ACTIVITY: Reproduce the lines below exactly, starting at the one containing "(c.dtype === 'float32' ? 1e-4 : 0));" and stopping at the final line.

[Stored data]
+++

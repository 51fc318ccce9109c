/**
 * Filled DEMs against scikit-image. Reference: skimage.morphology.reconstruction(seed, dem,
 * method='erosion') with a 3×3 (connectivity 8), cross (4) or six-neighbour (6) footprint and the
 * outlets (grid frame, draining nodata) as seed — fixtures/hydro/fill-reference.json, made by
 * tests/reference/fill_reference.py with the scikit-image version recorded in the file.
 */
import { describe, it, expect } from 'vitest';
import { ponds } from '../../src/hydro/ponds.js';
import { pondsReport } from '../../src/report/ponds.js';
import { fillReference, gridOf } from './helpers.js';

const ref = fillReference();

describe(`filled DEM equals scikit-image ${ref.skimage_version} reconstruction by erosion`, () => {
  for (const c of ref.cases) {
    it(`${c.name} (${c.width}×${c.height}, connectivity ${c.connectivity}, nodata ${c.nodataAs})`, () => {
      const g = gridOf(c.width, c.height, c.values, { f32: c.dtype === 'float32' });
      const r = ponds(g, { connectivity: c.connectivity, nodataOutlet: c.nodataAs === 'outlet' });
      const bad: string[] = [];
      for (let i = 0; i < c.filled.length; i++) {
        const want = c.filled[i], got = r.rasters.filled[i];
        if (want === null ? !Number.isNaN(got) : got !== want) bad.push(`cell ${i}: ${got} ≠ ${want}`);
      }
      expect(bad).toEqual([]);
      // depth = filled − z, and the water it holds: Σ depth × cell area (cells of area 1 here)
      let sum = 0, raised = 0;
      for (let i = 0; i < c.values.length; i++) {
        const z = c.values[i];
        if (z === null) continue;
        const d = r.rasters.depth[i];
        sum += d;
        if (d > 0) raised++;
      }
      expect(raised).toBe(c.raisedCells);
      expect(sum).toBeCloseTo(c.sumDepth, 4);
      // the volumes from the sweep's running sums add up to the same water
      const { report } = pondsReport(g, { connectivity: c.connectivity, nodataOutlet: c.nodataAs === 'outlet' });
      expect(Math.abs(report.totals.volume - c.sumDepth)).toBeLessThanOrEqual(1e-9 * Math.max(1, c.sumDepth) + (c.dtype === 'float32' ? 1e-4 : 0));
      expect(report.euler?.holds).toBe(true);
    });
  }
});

+++

TASK SOLUTION:
      expect(Math.abs(report.totals.volume - c.sumDepth)).toBeLessThanOrEqual(1e-9 * Math.max(1, c.sumDepth) + (c.dtype === 'float32' ? 1e-4 : 0));
      expect(report.euler?.holds).toBe(true);
    });
  }
});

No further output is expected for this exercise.